# **Information**

**• Members:** 사푸트라 (Saputra Rizky Johan), 바트오르식 (Butemj Bat-Orshikh), 쉬슈잔 (Shu Xian Chow)

**• Institution:** Seoul National University, South Korea

**• Course:** 2025-2 Introduction to Natural Language Processing (001)

**• Instructors:** 황승원 (Prof), 김종윤(TA), 한상은 (TA)

**• Project:** Classifier-Guided Politeness Rewriting via Span Detection and Controlled Text Generation

**• Corpus:** Stanford Politeness Corpus (Convokit)

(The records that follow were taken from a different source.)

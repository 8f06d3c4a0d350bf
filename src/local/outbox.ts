import type { EndSettleArgs, EndWriteArgs, Mutation } from '../contract/sync';
import type { CardSignArgs, EndRuleArgs, EndSignArgs } from '../contract/judging';
import type { ShootOffRecordArgs } from '../contract/results';
import type {
  MatchCountersignArgs,
  MatchEndArgs,
  MatchEndSignArgs,
  MatchFirstShooterArgs,
  MatchShootOffArgs,
  MatchSignArgs,
  MatchWriteArgs,
} from '../contract/matches';
import type { PracticeDeleteArgs, PracticeEndDto, PracticeSessionDto } from '../contract/practice';
import { Dexie } from 'dexie';
import { cardKeyOf, endKeyOf, shootOffKeyOf, type LocalDb, type OutboxRow } from './db';
import { writeAtOnce } from './writeAtOnce';
import { signWaitingBlock } from './deviceKey';

/** This phone's identity towards the server: one sequence per install and person. */
const knownClientIds = new Map<string, Promise<string>>();
/** The same ids once known, so a tap can open its transaction without waiting a microtask. */
const settledClientIds = new Map<string, string>();

/** The promise is remembered, so two taps at once never create two install ids. */
export function clientIdFor(db: LocalDb, userId: number): Promise<string> {
  const memoKey = `${db.name}:${userId}`;
  let known = knownClientIds.get(memoKey);
  if (!known) {
    known = db.transaction('rw', db.meta, async () => {
      let install = (await db.meta.get('installId'))?.value as string | undefined;
      if (!install) {
        install = crypto.randomUUID();
        await db.meta.put({ key: 'installId', value: install });
      }
      return `${install}.${userId}`;
    });
    knownClientIds.set(memoKey, known);
    known.then(
      (id) => settledClientIds.set(memoKey, id),
      () => knownClientIds.delete(memoKey),
    );
  }
  return known;
}

export type NewChange =
  | { kind: 'end.write'; args: EndWriteArgs }
  | { kind: 'end.settle'; args: EndSettleArgs }
  | { kind: 'end.rule'; args: EndRuleArgs }
  | { kind: 'end.sign'; args: EndSignArgs }
  | { kind: 'card.sign'; args: CardSignArgs }
  | { kind: 'shootoff.record'; args: ShootOffRecordArgs }
  | { kind: 'match.end'; args: MatchEndArgs }
  | { kind: 'match.shootoff'; args: MatchShootOffArgs }
  | { kind: 'match.sign'; args: MatchSignArgs }
  | { kind: 'match.endSign'; args: MatchEndSignArgs }
  | { kind: 'practice.session'; args: PracticeSessionDto }
  | { kind: 'practice.end'; args: PracticeEndDto }
  | { kind: 'practice.delete'; args: PracticeDeleteArgs }
  | { kind: 'match.write'; args: MatchWriteArgs }
  | { kind: 'match.countersign'; args: MatchCountersignArgs }
  | { kind: 'match.firstShooter'; args: MatchFirstShooterArgs };

/** A match change's key: the match, then the end, the shoot-off or the signature. */
export const matchKeyOf = (matchId: number, what: string) => `match:${matchId}:${what}`;

/** A practice change's key: the session, then the end (so a session's changes share a prefix). */
export const practiceKeyOf = (sessionId: string, index?: number) =>
  index === undefined ? `practice:${sessionId}` : `practice:${sessionId}:${index}`;

/** The end a change is about, the card for a card signature, the arrow for a shoot-off, a match's part, a practice session or end. */
function subjectKey(change: NewChange): string {
  switch (change.kind) {
    case 'practice.session':
      return practiceKeyOf(change.args.id);
    case 'practice.end':
      return practiceKeyOf(change.args.sessionId, change.args.index);
    case 'practice.delete':
      return practiceKeyOf(change.args.sessionId);
    case 'match.write':
      return matchKeyOf(change.args.matchId, `write:${change.args.endIndex}`);
    case 'match.countersign':
      return matchKeyOf(change.args.matchId, 'countersign');
    case 'match.firstShooter':
      return matchKeyOf(change.args.matchId, 'first-shooter');
    case 'match.end':
      return matchKeyOf(change.args.matchId, `end:${change.args.endIndex}`);
    case 'match.shootoff':
      return matchKeyOf(change.args.matchId, 'shoot-off');
    case 'match.sign':
      return matchKeyOf(change.args.matchId, 'sign');
    case 'match.endSign':
      return matchKeyOf(change.args.matchId, `end-sign:${change.args.endIndex}`);
    case 'card.sign':
      return `${cardKeyOf(change.args.sessionId, change.args.entryId)}:card`;
    case 'shootoff.record':
      return shootOffKeyOf(change.args.sessionId, change.args.entryId, change.args.arrowIndex);
    default:
      return endKeyOf(change.args.sessionId, change.args.entryId, change.args.endIndex);
  }
}

/** The next sequence number per client, as last committed from this page (see recordChange). */
const knownNextSeq = new Map<string, number>();
/** Per person on this page, the change being stored now: the next one starts after it. */
const inFlight = new Map<string, Promise<unknown>>();

/**
 * The next number from what is stored: the higher of the last stored row's and the counter
 * written with every row. The counter is what keeps numbers from repeating once applied rows
 * have left the phone with their person's data (forgetOthers.ts).
 */
async function storedNextSeq(db: LocalDb, clientId: string): Promise<number> {
  const [last, counter] = await db.transaction('r', db.outbox, db.meta, () =>
    Promise.all([
      db.outbox.where('[clientId+seq]').between([clientId, Dexie.minKey], [clientId, Dexie.maxKey]).last(),
      db.meta.get(`nextSeq:${clientId}`),
    ]),
  );
  return Math.max((last?.seq ?? 0) + 1, (counter?.value as number | undefined) ?? 1);
}

/**
 * Records a change in the outbox. The outbox row is the phone's own state change (the pad shows
 * pending rows over the server's copy), so the change and its outbox entry are one write.
 *
 * A tap costs one write that commits at once (see writeAtOnce), using the number this page used
 * last plus one. If another tab of the app took that number, the row's key exists, nothing is
 * stored, and the change is written again with the number read from the database: numbers never
 * repeat and never skip. Changes from one page are stored one after another, in tap order.
 */
export function recordChange(db: LocalDb, userId: number, change: NewChange): Promise<OutboxRow> {
  const queueKey = `${db.name}:${userId}`;
  const before = inFlight.get(queueKey);
  const store = () => storeChange(db, userId, change);
  // Nothing in flight (the usual tap): the write starts within the tap's own task.
  const stored = before ? before.then(store, store) : store();
  const settled = stored.catch(() => undefined);
  inFlight.set(queueKey, settled);
  void settled.then(() => {
    if (inFlight.get(queueKey) === settled) inFlight.delete(queueKey);
  });
  return stored;
}

/**
 * Records changes inside a Dexie transaction the caller opened over `outbox` and `meta` (with
 * whatever else it writes), so the phone's own change and its outbox rows are one commit: the
 * practice log's writes. Numbers come from what is stored; a tap's cached number that this took
 * is refused by the row's key and read again (see storeChange).
 */
export async function recordChangesInTransaction(
  db: LocalDb,
  clientId: string,
  userId: number,
  changes: readonly NewChange[],
): Promise<void> {
  if (changes.length === 0) return;
  const seqKey = `nextSeq:${clientId}`;
  knownNextSeq.delete(`${db.name}:${seqKey}`);
  const first = await storedNextSeq(db, clientId);
  const at = new Date().toISOString();
  await db.outbox.bulkAdd(
    changes.map((change, i): OutboxRow => ({
      clientId,
      seq: first + i,
      id: crypto.randomUUID(),
      userId,
      kind: change.kind,
      args: change.args,
      at,
      endKey: subjectKey(change),
      status: 'pending',
    })),
  );
  await db.meta.put({ key: seqKey, value: first + changes.length });
}

async function storeChange(db: LocalDb, userId: number, change: NewChange): Promise<OutboxRow> {
  const clientId = settledClientIds.get(`${db.name}:${userId}`) ?? (await clientIdFor(db, userId));
  const seqKey = `nextSeq:${clientId}`;
  const memoKey = `${db.name}:${seqKey}`;
  for (let attempt = 0; ; attempt += 1) {
    const seq = knownNextSeq.get(memoKey) ?? (await storedNextSeq(db, clientId));
    const row: OutboxRow = {
      clientId,
      seq,
      id: crypto.randomUUID(),
      userId,
      kind: change.kind,
      args: change.args,
      at: new Date().toISOString(),
      endKey: subjectKey(change),
      status: 'pending',
    };
    try {
      await writeAtOnce(db, [
        { table: db.outbox, type: 'add', value: row },
        { table: db.meta, type: 'put', value: { key: seqKey, value: seq + 1 } },
      ]);
      knownNextSeq.set(memoKey, seq + 1);
      return row;
    } catch (error) {
      knownNextSeq.delete(memoKey);
      // Another tab keeps taking numbers: give up after a few rounds rather than loop.
      const taken = (error as { name?: unknown } | undefined)?.name === 'ConstraintError';
      if (!taken || attempt >= 4) throw error;
    }
  }
}

export const toMutation = (row: OutboxRow): Mutation =>
  ({ id: row.id, seq: row.seq, kind: row.kind, args: row.args, at: row.at }) as Mutation;

export async function waitingCount(db: LocalDb, userId: number): Promise<number> {
  return db.outbox
    .where('status')
    .equals('pending')
    .filter((r) => r.userId === userId)
    .count();
}

/**
 * A person's unsynced and refused changes as a file a judge can import when a phone cannot sync
 * (only theirs: another person's changes on a shared phone are never handed to someone else).
 */
export async function exportWaiting(
  db: LocalDb,
  userId: number,
): Promise<{ fileName: string; json: string }> {
  const rows = await db.outbox
    .where('status')
    .anyOf('pending', 'rejected')
    .filter((r) => r.userId === userId)
    .toArray();
  const byClient = new Map<string, OutboxRow[]>();
  for (const row of rows) byClient.set(row.clientId, [...(byClient.get(row.clientId) ?? []), row]);
  const clients = [];
  for (const [clientId, list] of byClient) {
    const block = {
      clientId,
      userId: list[0]!.userId,
      mutations: list
        .sort((a, b) => a.seq - b.seq)
        .map((r) => ({ ...toMutation(r), status: r.status, reason: r.reason })),
    };
    // Signed by this phone's key, so a judge's import counts the changes as their person's own.
    const signature = await signWaitingBlock(db, block);
    clients.push(signature ? { ...block, signature } : block);
  }
  const body = {
    format: 'ringcall-waiting-changes',
    version: 1,
    exportedAt: new Date().toISOString(),
    clients,
  };
  const stamp = body.exportedAt.replace(/[:.]/g, '-');
  return { fileName: `ringcall-waiting-${stamp}.json`, json: JSON.stringify(body, null, 2) };
}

# **Politeness Rewriter - Colab Runner**

**• Note:** This notebook runs the **politeness-rewriter** project end-to-end in Google Colab with the current version pins:
- Keep **NumPy ≥ 2** (for spaCy/thinc/Convokit)
- Pin **Transformers 4.44.2** (supports `evaluation_strategy`)
- Keep **pandas==2.2.2** (to match google-colab)
- Use **spacy 3.8.x** + **Convokit 3.4.1** (Py3.12-friendly wheels)

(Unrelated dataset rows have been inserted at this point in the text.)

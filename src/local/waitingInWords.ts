import type { LocalDb, OutboxRow } from './db';

/** What one waiting change is, in the words of the person who made it. */
function describe(row: OutboxRow, nameOf: (sessionId: number, entryId: number) => string): string {
  if ('matchId' in row.args) {
    const match = `match ${row.args.matchId}`;
    if ('endIndex' in row.args) return `End ${row.args.endIndex + 1} of ${match}`;
    return row.kind === 'match.sign' ? `Your signature on ${match}` : `The shoot-off arrows of ${match}`;
  }
  // Practice changes are about no archer of an event: one line for the whole log.
  if (!('entryId' in row.args)) return 'Your practice log';
  const name = nameOf(row.args.sessionId, row.args.entryId);
  if (row.kind === 'card.sign') return `Your signature on ${name}'s card`;
  if ('arrowIndex' in row.args) return `Your shoot-off arrow ${row.args.arrowIndex + 1} of ${name}`;
  const end = 'endIndex' in row.args ? `end ${row.args.endIndex + 1} of ${name}` : name;
  if (row.kind === 'end.settle') return `Your call on ${end}`;
  if (row.kind === 'end.rule') return `Your ruling on ${end}`;
  if (row.kind === 'end.sign') return `Your signature on ${end}`;
  return end.charAt(0).toUpperCase() + end.slice(1);
}

/** An archer's name from elsewhere on the phone (a card looked at), when no joined target has it. */
export type NameLookup = (sessionId: number, entryId: number) => string | undefined;

/**
 * A person's changes the server has not accepted yet, one line per end or signature (many taps
 * on one end are one line), in the order they were made.
 */
export async function waitingInWords(
  db: LocalDb,
  userId: number,
  otherNames: NameLookup = () => undefined,
): Promise<string[]> {
  const [rows, targets] = await db.transaction('r', db.outbox, db.targets, () =>
    Promise.all([
      db.outbox
        .where('status')
        .equals('pending')
        .filter((r) => r.userId === userId)
        .sortBy('seq'),
      db.targets.where('userId').equals(userId).toArray(),
    ]),
  );
  const nameOf = (sessionId: number, entryId: number) =>
    targets
      .filter((t) => t.session.id === sessionId)
      .flatMap((t) => t.archers)
      .find((a) => a.entryId === entryId)?.name ??
    otherNames(sessionId, entryId) ??
    'an archer';
  return [...new Set(rows.map((r) => describe(r, nameOf)))];
}
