import { useEffect, useSyncExternalStore } from 'react';
import { useLiveQuery } from 'dexie-react-hooks';
import { localDb } from './db';
import { syncLoop, type SyncStatus } from './syncLoop';
import { summarizeWaiting, type WaitingSummary } from './waitingSummary';
import { useMe } from './me';
import { usePhoneOwner } from './phoneOwner';
import { afterFirstScreen } from './firstScreen';

export function useSyncStatus(): SyncStatus {
  const loop = syncLoop();
  return useSyncExternalStore(loop.subscribe, loop.getStatus, loop.getStatus);
}

const NOTHING_WAITING: WaitingSummary = {
  changes: 0,
  ends: 0,
  signatures: 0,
  shootOffArrows: 0,
  practiceSessions: 0,
};

/**
 * The changes of the person whose data this phone holds that the server has not accepted yet, as
 * ends and signatures. Another person's waiting changes stay on the phone but are never counted here.
 */
export function useWaiting(): WaitingSummary {
  const owner = usePhoneOwner();
  return useLiveQuery(
    async () =>
      owner === undefined
        ? NOTHING_WAITING
        : summarizeWaiting(
            await localDb()
              .outbox.where('status')
              .equals('pending')
              .filter((r) => r.userId === owner)
              .toArray(),
          ),
    [owner],
    NOTHING_WAITING,
  );
}

/** Connects the sync loop to whoever is signed in. */
export function useSyncBridge(): void {
  const me = useMe();
  const userId = me.data?.user.id;
  const known = me.data !== undefined;
  useEffect(() => {
    // Until the sign-in is known (offline start), keep the loop idle rather than "signed out".
    if (!known) return;
    // Opened on the pad, the first round waits until the pad has drawn; no change is lost
    // meanwhile: the round then sends everything waiting in the outbox.
    return afterFirstScreen(() => syncLoop().setUser(userId));
  }, [userId, known]);
}

export type StoragePersistence = 'granted' | 'refused' | 'unsupported';

/** Asks the browser not to clear Ringcall's data under storage pressure; remembers the answer. */
export async function askPersistentStorage(): Promise<StoragePersistence> {
  if (!navigator.storage?.persist) return 'unsupported';
  const already = await navigator.storage.persisted();
  const result: StoragePersistence = already || (await navigator.storage.persist()) ? 'granted' : 'refused';
  await localDb().meta.put({ key: 'storagePersistence', value: result });
  return result;
}
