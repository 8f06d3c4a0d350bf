import { useEffect, useSyncExternalStore } from 'react';
import { useLiveQuery } from 'dexie-react-hooks';
import { localDb } from './db';
import { syncLoop, type SyncStatus } from './syncLoop';
import { summarizeWaiting, type WaitingSummary } from './waitingSummary';
import { useMe } from '../features/auth/api/me';

export function useSyncStatus(): SyncStatus {
  const loop = syncLoop();
  return useSyncExternalStore(loop.subscribe, loop.getStatus, loop.getStatus);
}

const NOTHING_WAITING: WaitingSummary = { changes: 0, ends: 0, signatures: 0 };

/** Changes on this phone not yet accepted by the server (all people who used this phone), as ends and signatures. */
export function useWaiting(): WaitingSummary {
  return useLiveQuery(
    async () => summarizeWaiting(await localDb().outbox.where('status').equals('pending').toArray()),
    [],
    NOTHING_WAITING,
  );
}

/** Refused changes the person has not looked at yet. */
export function useUnseenRejections() {
  return useLiveQuery(
    () =>
      localDb()
        .outbox.where('status')
        .equals('rejected')
        .filter((r) => !r.seenAt)
        .toArray(),
    [],
    [],
  );
}

/** Connects the sync loop to whoever is signed in. */
export function useSyncBridge(): void {
  const me = useMe();
  const userId = me.data?.user.id;
  const known = me.data !== undefined;
  useEffect(() => {
    // Until the sign-in is known (offline start), keep the loop idle rather than "signed out".
    if (!known) return;
    syncLoop().setUser(userId);
  }, [userId, known]);
}

export type StoragePersistence = 'granted' | 'refused' | 'unsupported';

/** Asks the browser not to clear Ringcall's data under storage pressure; remembers the answer. */
export async function askPersistentStorage(): Promise<StoragePersistence> {
  if (!navigator.storage?.persist) return 'unsupported';
  const already = await navigator.storage.persisted();
  const result: StoragePersistence = already || (await navigator.storage.persist()) ? 'granted' : 'refused';
  await localDb().meta.put({ key: 'storagePersistence', value: result });
  return result;
}
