import type { ArrowFlag, EndSettleArgs, EndWriteArgs, WriterSlot } from '../contract/sync';
import type { EndFacts } from '../core';
import type { EndRecordRow, OutboxRow, SettlementRow } from './db';

export type SlotView = {
  arrows: EndRecordRow['arrows'];
  flags: { index: number; flag: ArrowFlag }[];
  revision: number;
  /** True while this phone's change has not reached the server. */
  pending: boolean;
};

export type LocalEnd = {
  facts: EndFacts;
  slots: Partial<Record<WriterSlot, SlotView>>;
  settlementPending: boolean;
};

/**
 * What the phone shows for one end: the server's records, with this person's changes that are
 * still waiting laid over them (latest first wins). Rejected changes are not laid over.
 */
export function localEnd(
  records: EndRecordRow[],
  settlement: SettlementRow | undefined,
  waiting: OutboxRow[],
): LocalEnd {
  const slots: Partial<Record<WriterSlot, SlotView>> = {};
  for (const r of records)
    slots[r.slot] = { arrows: r.arrows, flags: r.flags, revision: r.revision, pending: false };
  let settled: EndFacts['settlement'] = settlement
    ? { arrows: settlement.arrows, disputed: settlement.disputed, basis: settlement.basis }
    : undefined;
  let settlementPending = false;
  for (const row of [...waiting].sort((a, b) => a.seq - b.seq)) {
    if (row.status !== 'pending') continue;
    if (row.kind === 'end.write') {
      const args = row.args as EndWriteArgs;
      const server = records.find((r) => r.slot === args.slot);
      slots[args.slot] = {
        arrows: args.arrows,
        flags: args.flags,
        revision: (server?.revision ?? 0) + 1,
        pending: true,
      };
    } else {
      const args = row.args as EndSettleArgs;
      settled = { arrows: args.arrows, disputed: args.disputed, basis: args.basis };
      settlementPending = true;
    }
  }
  const asRecord = (s: SlotView | undefined) => (s ? { arrows: s.arrows, revision: s.revision } : undefined);
  return {
    facts: { first: asRecord(slots[1]), second: asRecord(slots[2]), settlement: settled },
    slots,
    settlementPending,
  };
}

**• Pipeline:** Drive mount → unzip → fix package layout → install deps → download data → train classifier → sanity infer → rewrite → quick eval → *(optional)* Gradio demo.


# **Case 1. Run via Google Drive**

## **1.1. Check GPU and Mount Drive**

**• Purpose:**
- Execute the associated step in the Colab workflow and detect the available GPU.

**• Note:**
- Make sure that the previous steps are completed without any errors (Exception for subprocess errors).
- Re-run this cell if you changed any configuration or file paths (Make sure to document these changes).

In [None]:
## --------------------------------------- START ---------------------------------------
# Check the available GPU
!nvidia-smi || echo "No GPU visible (training will still work, just slower)."

# Mount drive
from google.colab import drive
drive.mount('/content/drive', force_remount=True)
## ---------------------------------------- END ----------------------------------------

## **1.2. Locate and load the project file**

**• Purpose:**
- Change the working directory and prepare project paths for running.

**• Note:**
- Make sure that the previous steps are completed without any errors (Exception for subprocess errors).
- Re-run this cell if you changed any configuration or file paths (Make sure to document these changes).
- Adjusts the project name accordingly if the file is in a different name.

In [None]:
## --------------------------------------- START ---------------------------------------
# Declare the names of the zip file in your drive (Adjust if necessary)
ZIP_CANDIDATES = [
    "/content/drive/MyDrive/politeness-rewriters.zip",
    "/content/drive/MyDrive/politeness-rewritters.zip",
    "/content/drive/MyDrive/Downloads/politeness-rewriter.zip",
    "/content/drive/MyDrive/Downloads/politeness-rewritter.zip",
    "/content/drive/MyDrive/politeness-rewriter.zip",
    "/content/drive/MyDrive/politeness-rewritter.zip",
]

# Locate the politeness rewriter zip file
zip_path = None
import os
for cand in ZIP_CANDIDATES:
    if os.path.exists(cand):
        zip_path = cand; break
if zip_path is None:
    raise FileNotFoundError("Could not find the project ZIP. Set `zip_path` manually to its location in Drive.")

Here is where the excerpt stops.